This comic gem stars Shirley MacLaine as Louisa Foster, a wealthy widow who we see at the beginning of the movie trying to give the IRS a check for $40,000,000. Louisa is then seen at the office of the psychiatrist (Robert Cummings)who she has been sent to after trying to give money to the IRS she didn't owe. We then learn, through flashbacks, Louisa's story...a simple girl who believes she is cursed because even though all she wanted was love and marriage, every time she met a man she loved and married him, he became wealthy, died, and left her all the money.

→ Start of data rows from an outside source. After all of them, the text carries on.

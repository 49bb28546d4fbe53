package bench

import (
	"crypto/sha256"
	"encoding/hex"
	"errors"
	"fmt"
	"math"
	"slices"
	"strconv"
	"strings"
	"time"

	"github.com/BurntSushi/toml"
)

// Defaults and limits of a suite file. maxSweep is our own limit (common
// practice, no source): a sweep larger than it is more likely a slip than a
// plan, and the limit keeps parsing hostile input cheap.
const (
	defaultSuiteSeed = 1
	defaultSuiteRuns = 100
	maxSweep         = 10000   // configurations one [[problem]] or [[filter]] table may expand to
	maxExactInt      = 1 << 53 // largest integer a Value holds exactly
)

// Suite is a parsed suite file: what to run, how often, from which seed.
type Suite struct {
	File     string // path shown in messages ("" for built-in)
	Name     string
	Seed     uint64
	Runs     int
	Problems []ProblemConfig // sweeps expanded, in file order
	// Filters has sweeps expanded, in file order; within a sweep in list
	// order, as a cartesian product when several keys are lists, the key
	// written later varying fastest.
	Filters []FilterConfig
}

// ProblemConfig is one problem with a full set of parameter values.
type ProblemConfig struct {
	Spec   *ProblemSpec
	Values Values // every parameter of Spec: defaults, then the file's values
	Line   int    // line of the [[problem]] header

	expr *exprModel // the model of a model = "expr" table; nil for a catalogue problem
}

// FilterConfig is one filter with a full set of parameter values.
type FilterConfig struct {
	Spec   *FilterSpec
	Values Values // every parameter of Spec: defaults, then the file's values
	Config string // ConfigString(Spec.Params, Values): the values that differ from the defaults
	Line   int    // line of the [[filter]] header
}

// SuiteError is a mistake in a suite file, at a line. Key names where in
// the file the mistake is: a top-level key ("runs"), or a table ("problem",
// `filter "pf"`); it is empty for mistakes of the file as a whole.
type SuiteError struct {
	File string // "" for the built-in suite
	Line int    // 1-based; 0 when the mistake has no single line (a missing key)
	Key  string
	Msg  string
}

// Error formats e as file:line: key: message, leaving out the parts that
// are empty or zero.
func (e *SuiteError) Error() string {
	var b strings.Builder
	if e.File == "" {
		b.WriteString("built-in suite")
	} else {
		b.WriteString(e.File)
	}
	if e.Line > 0 {
		b.WriteString(":" + strconv.Itoa(e.Line))
	}
	b.WriteString(": ")
	if e.Key != "" {
		b.WriteString(e.Key + ": ")
	}
	b.WriteString(e.Msg)
	return b.String()
}

// ParseSuite reads the suite file data against the catalogue cat. file is
// the path used in messages. A suite file is TOML:
//
//	name = "harbour-radar"   # required
//	seed = 7                 # uint64, default 1
//	runs = 200               # Monte Carlo runs, default 100
//	[[problem]]
//	use = "ungm"             # a problem of the catalogue
//	steps = 150              # any parameter of that problem
//	[[filter]]
//	use = "pf"
//	particles = [250, 1000]  # a list sweeps: one configuration per value
//
// Problems sweep the same way as filters; a parameter left out takes its
// default. A [[problem]] table with model = "expr" instead of use defines a
// model by expressions (exprProblem in suite_expr.go; README, "Models
// defined in the suite file"); it does not sweep. Int parameters take TOML integers only (500.0 is refused), Float
// parameters integers or finite floats (-0 reads as 0), String parameters
// strings. The same configuration twice is refused, naming both lines.
//
// Every error ParseSuite returns is a *SuiteError. It is the first mistake
// in file order, except that a table's use key is checked before its other
// keys, whose meaning depends on it, and that missing keys are reported after
// everything else. A mistake inside a list that spans lines is reported at
// the line of its key.
func ParseSuite(file string, data []byte, cat *Catalogue) (*Suite, error) {
	if cat == nil {
		panic("bench: ParseSuite: nil catalogue")
	}
	var raw map[string]any
	md, err := toml.Decode(string(data), &raw)
	if err != nil {
		var pe toml.ParseError
		if errors.As(err, &pe) {
			return nil, &SuiteError{File: file, Line: max(pe.Position.Line, 0), Msg: tomlMessage(pe)}
		}
		return nil, &SuiteError{File: file, Msg: err.Error()}
	}
	p := &suiteParser{
		file:  file,
		cat:   cat,
		lines: scanSuiteLines(data),
		order: suiteKeyOrder(md, raw),
		seen:  make(map[string]seenConfig),
		suite: &Suite{File: file, Seed: defaultSuiteSeed, Runs: defaultSuiteRuns},
	}
	if err := p.parse(raw); err != nil {
		return nil, err
	}
	return p.suite, nil
}

// tomlMessage is the decoder's message without its own "toml: line n" prefix.
func tomlMessage(pe toml.ParseError) string {
	msg := pe.Message
	if pe.Usage != "" {
		// The usage text is several lines of guidance; its first line is enough.
		first, _, _ := strings.Cut(strings.TrimSpace(pe.Usage), "\n")
		msg += " (" + strings.TrimSpace(first) + ")"
	}
	return "TOML syntax: " + msg
}

// suiteParser holds the state of one ParseSuite call.
type suiteParser struct {
	file  string
	cat   *Catalogue
	lines suiteLines
	order suiteOrder
	seen  map[string]seenConfig // canonical text of each configuration so far
	ntab  int                   // tables read so far
	suite *Suite
}

func (p *suiteParser) errorf(line int, key, format string, args ...any) *SuiteError {
	return &SuiteError{File: p.file, Line: line, Key: key, Msg: fmt.Sprintf(format, args...)}
}

var suiteTopKeys = []string{"name", "seed", "runs", "problem", "filter"}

Dean Martin appears as the small town playboy from Louisa's hometown who she always fended off. Dick Van Dyke plays her first husband, a general store owner whose ambition turns his store into a billion dollar franchise. Paul Newman, very amusing in a rare comedic turn, plays husband #2, an eccentric artist. Robert Mitchum is husband #3, who Louisa thinks is safe because he was rich when they met, and Gene Kelly is on target as husband #4, a struggling nightclub performer who overnight becomes an international movie star.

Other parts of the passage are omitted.